"""Tests of ``orcscreen compare`` (orcscreen/compare.py and its command line).

Two small real runs (invented scenario: hot water at 120 °C, three fluids, one layout, two sink
temperatures) differ in one input and one fluid: run B caps the cycle pressure at 10 bar and
leaves n-pentane out. The reference for every check is the pair of ranking.csv files the runs
wrote, read here with the standard library's csv module (independently of compare.py, which
reads them with pandas): deltas, rank changes, status changes, cases in one run only and
winners are recomputed from those files.
"""

from __future__ import annotations

import csv
import json
import math
import shutil
import subprocess
import sys
from pathlib import Path

import pytest

from orcscreen import cli
from orcscreen import compare as cmp

STUDY = """
# invented test study: three fluids, one layout, two sink temperatures
[study]
name = "compare-{tag}"
{objective}
[source]
kind = "water"
inlet_temperature_C = 120
mass_flow_kg_s = 5
[fluids]
include = {fluids}
[cycle]
layouts = ["basic"]
{limits}
[sweep]
"sink.inlet_temperature_C" = [15, 25]
"""
SWEPT = "sink.inlet_temperature_C"
#: The first 8 bytes of every PNG file (PNG specification, W3C Recommendation / ISO/IEC 15948,
#: section 5.2 "PNG signature").
PNG_SIGNATURE = b"\x89PNG\r\n\x1a\n"


def _run(capsys, *argv):
    code = cli.main(list(argv))
    out, err = capsys.readouterr()
    return code, out, err


def _make_run(root: Path, tag: str, fluids: list[str], limits: str = "", objective: str = "") -> Path:
    study = root / f"{tag}.toml"
    study.write_text(STUDY.format(tag=tag, fluids=json.dumps(fluids), limits=limits, objective=objective))
    out = root / tag
    assert cli.main(["run", str(study), "--out", str(out), "--jobs", "1", "--no-report"]) == 0
    return out


@pytest.fixture(scope="module")
def runs(tmp_path_factory):
    """(A, B): B caps the pressure at 10 bar and leaves n-pentane out."""
    root = tmp_path_factory.mktemp("compare")
    a = _make_run(root, "before", ["R245fa", "n-Pentane", "R134a"])
    b = _make_run(root, "pressure-cap", ["R245fa", "R134a"], limits="[limits]\nmax_pressure_bar = 10")
    return a, b


def _rows(directory: Path) -> dict[tuple[str, str, str], dict]:
    """ranking.csv by (swept value as written, fluid, layout), read with the csv module; the fluid
    by its CoolProp name, on which compare matches runs."""
    with open(directory / "ranking.csv", newline="", encoding="utf-8") as f:
        return {(r[SWEPT], r.get("coolprop_name") or r["fluid"], r["layout"]): r for r in csv.DictReader(f)}


def _key(r) -> tuple[str, str, str]:
    return (f"{float(r[SWEPT]):g}", r["fluid"], r["layout"])


def _table(runs):
    a, b = runs
    return cmp.compare_runs(cmp.read_run(a), cmp.read_run(b))


def _finite(text: str) -> bool:
    return text != "" and math.isfinite(float(text))


def test_deltas_are_the_difference_of_the_two_rankings(runs):
    # reference: the two ranking.csv files (net power, the studies' default objective)
    A, B = (_rows(d) for d in runs)
    c = _table(runs)
    assert c.value.column == "net_power_kW"
    by_key = {_key(r): r for r in c.table.to_dict("records")}
    checked = 0
    for key in A.keys() & B.keys():
        va, vb = A[key]["net_power_kW"], B[key]["net_power_kW"]
        if not (_finite(va) and _finite(vb)):
            continue
        row = by_key[key]
        assert row["A_net_power_kW"] == float(va) and row["B_net_power_kW"] == float(vb)
        assert row["delta_net_power_kW"] == pytest.approx(float(vb) - float(va), rel=1e-12, abs=1e-12)
        assert row["delta_net_power_kW_percent"] == pytest.approx(
            100 * (float(vb) - float(va)) / abs(float(va)), rel=1e-12, abs=1e-12)
        checked += 1
    assert checked >= 3  # both R245fa points and R134a at 15 °C have a value in both runs
    # at least one value really changed (R134a is held below 10 bar in B)
    assert any(by_key[k]["delta_net_power_kW"] != 0 for k in by_key if by_key[k]["change"] in ("better", "worse"))


def test_rank_changes_and_winner_from_the_rankings(runs):
    A, B = (_rows(d) for d in runs)
    c = _table(runs)
    by_key = {_key(r): r for r in c.table.to_dict("records")}
    changed = 0
    for key in A.keys() & B.keys():
        ra, rb = A[key]["rank"], B[key]["rank"]
        if ra and rb:
            assert by_key[key]["places_gained"] == int(ra) - int(rb)
            changed += int(ra) != int(rb)
    assert changed > 0
    assert c.counts["rank_changed"] == changed
    winners_a = {k[0]: k[1:] for k, r in A.items() if r["rank"] == "1"}
    winners_b = {k[0]: k[1:] for k, r in B.items() if r["rank"] == "1"}
    expected = sum(winners_a[p] != winners_b[p] for p in winners_a.keys() & winners_b.keys())
    assert c.counts["winner_changes"] == expected
    assert len(c.winners) == len(winners_a.keys() & winners_b.keys()) == 2


def test_a_case_that_becomes_infeasible_is_listed_with_its_reason(runs):
    A, B = (_rows(d) for d in runs)
    lost = [k for k in A.keys() & B.keys() if A[k]["status"] == "ok" and B[k]["status"] == "infeasible"]
    assert lost, "the 10 bar cap should make a case infeasible (R134a at the warmer sink)"
    c = _table(runs)
    by_key = {_key(r): r for r in c.table.to_dict("records")}
    for key in lost:
        assert by_key[key]["change"] == "became infeasible"
        assert by_key[key]["B_reason"] == B[key]["reason"] != ""
    assert c.counts["became_infeasible"] == len(lost)
    text = cmp.format_comparison(c)
    for key in lost:
        assert f"became infeasible: {B[key]['reason']}" in text


def test_cases_in_one_run_only_are_listed(runs):
    A, B = (_rows(d) for d in runs)
    only_a, only_b = A.keys() - B.keys(), B.keys() - A.keys()
    assert only_a and not only_b  # n-pentane's two points
    c = _table(runs)
    listed = {_key(r): r["change"] for r in c.table.to_dict("records")}
    assert {k for k, v in listed.items() if v == "only in A"} == only_a
    assert set(listed) == A.keys() | B.keys()
    assert (c.counts["only_a"], c.counts["only_b"], c.counts["compared"]) == \
        (len(only_a), 0, len(A.keys() & B.keys()))


def test_largest_changes_come_first(runs):
    t = _table(runs).table
    order = [cmp.CHANGE_ORDER[v] for v in t["change"]]
    assert order == sorted(order)
    assert t["change"].iloc[0] == "became infeasible"
    same = t[t["change"].isin(["better", "worse"])]["delta_net_power_kW_percent"].abs().tolist()
    assert same == sorted(same, reverse=True)


def test_command_prints_summary_and_writes_chart_and_csv(capsys, runs):
    a, b = runs
    A, B = _rows(a), _rows(b)
    code, out, err = _run(capsys, "compare", str(a), str(b))
    assert code == 0, err
    lines = out.splitlines()
    n_both = len(A.keys() & B.keys())
    assert lines[0].startswith(f"compare: {n_both} cases in both runs")
    assert "1 became infeasible" in lines[0] and "2 only in A, 0 only in B" in lines[0]
    assert "winner changed" in lines[0]
    assert "Preliminary screening, not a design" in out  # cli.CAUTION_LINE, as the run command prints
    chart, table = b / f"compare-{a.name}.png", b / f"compare-{a.name}.csv"
    assert chart.read_bytes()[:8] == PNG_SIGNATURE and chart.stat().st_size > 1000
    with open(table, newline="", encoding="utf-8") as f:
        rows = list(csv.DictReader(f))
    assert len(rows) == len(A.keys() | B.keys())
    assert {"change", "A_rank", "B_rank", "delta_net_power_kW", "safety_class", "gwp100"} <= set(rows[0])
    # the CSV's deltas are those of the rankings, at its 6 significant digits
    for r in rows:
        key = _key(r)
        if r["delta_net_power_kW"]:
            expected = float(B[key]["net_power_kW"]) - float(A[key]["net_power_kW"])
            assert float(r["delta_net_power_kW"]) == pytest.approx(expected, rel=1e-5, abs=1e-4)


def test_out_option_names_the_chart_and_the_csv_goes_beside_it(capsys, runs, tmp_path):
    a, b = runs
    target = tmp_path / "charts" / "cap.png"
    code, out, err = _run(capsys, "compare", str(a), str(b), "--out", str(target), "--top", "2")
    assert code == 0, err
    assert target.read_bytes()[:8] == PNG_SIGNATURE
    assert (tmp_path / "charts" / "cap.csv").stat().st_size > 0
    assert "more changed cases in the CSV" in out
    code, out, err = _run(capsys, "compare", str(a), str(b), "--out", str(tmp_path / "cap.svg"))
    assert code == 2 and "cap.svg" in err and ".png" in err


def test_different_objectives_compare_net_power(capsys, runs, tmp_path):
    a, _ = runs
    c_dir = _make_run(tmp_path, "by-investment", ["R245fa", "n-Pentane", "R134a"],
                      objective='objective = "specific_investment"')
    c = cmp.compare_runs(cmp.read_run(a), cmp.read_run(c_dir))
    assert c.b.objective.name == "specific_investment" and c.value.column == "net_power_kW"
    assert any("net power is compared" in n for n in c.notes)
    same = cmp.compare_runs(cmp.read_run(c_dir), cmp.read_run(c_dir))
    assert same.value.column == "specific_investment_per_kW"  # the study's objective when both agree
    assert set(same.table["change"]) == {"unchanged"} and same.counts["rank_changed"] == 0
    assert "delta_net_power_kW" in same.table  # net power alongside


def test_without_run_store_net_power_is_assumed_and_said(runs, tmp_path):
    a, b = runs
    bare = tmp_path / "bare"
    bare.mkdir()
    for name in ("ranking.csv", "run-info.json"):
        shutil.copy(a / name, bare / name)
    c = cmp.compare_runs(cmp.read_run(bare), cmp.read_run(b))
    assert any("net power assumed" in n for n in c.notes)


# -- bad input --------------------------------------------------------------------------------

def test_missing_folder_exits_2_naming_it(capsys, runs, tmp_path):
    _, b = runs
    missing = tmp_path / "no-such-run"
    code, out, err = _run(capsys, "compare", str(missing), str(b))
    assert code == 2
    assert str(missing) in err and "no such folder" in err and "Traceback" not in err


def test_folder_without_ranking_exits_2_naming_path_and_file(capsys, runs, tmp_path):
    a, _ = runs
    half = tmp_path / "half"
    half.mkdir()
    shutil.copy(a / "run-info.json", half / "run-info.json")
    code, out, err = _run(capsys, "compare", str(a), str(half))
    assert code == 2
    assert str(half) in err and "ranking.csv" in err and "Traceback" not in err
    assert not list(half.glob("compare-*"))  # nothing written


@pytest.mark.parametrize("fault, words", [
    ("ranking-not-csv", ["ranking.csv", "unreadable CSV"]),
    ("ranking-no-status", ["ranking.csv", "status"]),
    ("info-not-json", ["run-info.json", "not valid JSON"]),
    ("info-not-object", ["run-info.json", "not an object"]),
])
def test_unreadable_files_exit_2_naming_the_file(capsys, runs, tmp_path, fault, words):
    a, b = runs
    bad = tmp_path / fault
    shutil.copytree(a, bad)
    if fault == "ranking-not-csv":
        (bad / "ranking.csv").write_bytes(b"\xff\xfe\x00garbage\x00\x81")
    elif fault == "ranking-no-status":
        text = (bad / "ranking.csv").read_text().replace(",status,", ",state,", 1)
        (bad / "ranking.csv").write_text(text)
    elif fault == "info-not-json":
        (bad / "run-info.json").write_text("{not json")
    else:
        (bad / "run-info.json").write_text("[1, 2]")
    code, out, err = _run(capsys, "compare", str(bad), str(b))
    assert code == 2, err
    assert str(bad) in err and "Traceback" not in err
    for w in words:
        assert w in err


def test_help_has_an_example(capsys):
    code, out, _ = _run(capsys, "compare", "--help")
    assert code == 0 and "usage: orcscreen compare" in out
    assert "orcscreen compare" in out.split("example:")[1]
    code, out, _ = _run(capsys, "--help")
    assert "compare" in out


def test_module_and_command_line_stay_light():
    # pandas and Matplotlib wait for the first comparison (DEVELOPERS.md, "Light imports")
    code = ("import sys, orcscreen.cli, orcscreen.compare\n"
            "print([m for m in ('pandas', 'matplotlib', 'numpy', 'CoolProp') if m in sys.modules])")
    done = subprocess.run([sys.executable, "-c", code], capture_output=True, text=True, check=True)
    assert done.stdout.strip() == "[]"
* * * * * * *
Return the lines above precisely as they appear, beginning at the first line and ending at the line with "from orcscreen import cli", and nothing after it.

YOUR RESPONSE:
"""Tests of ``orcscreen compare`` (orcscreen/compare.py and its command line).

Two small real runs (invented scenario: hot water at 120 °C, three fluids, one layout, two sink
temperatures) differ in one input and one fluid: run B caps the cycle pressure at 10 bar and
leaves n-pentane out. The reference for every check is the pair of ranking.csv files the runs
wrote, read here with the standard library's csv module (independently of compare.py, which
reads them with pandas): deltas, rank changes, status changes, cases in one run only and
winners are recomputed from those files.
"""

from __future__ import annotations

import csv
import json
import math
import shutil
import subprocess
import sys
from pathlib import Path

import pytest

from orcscreen import cli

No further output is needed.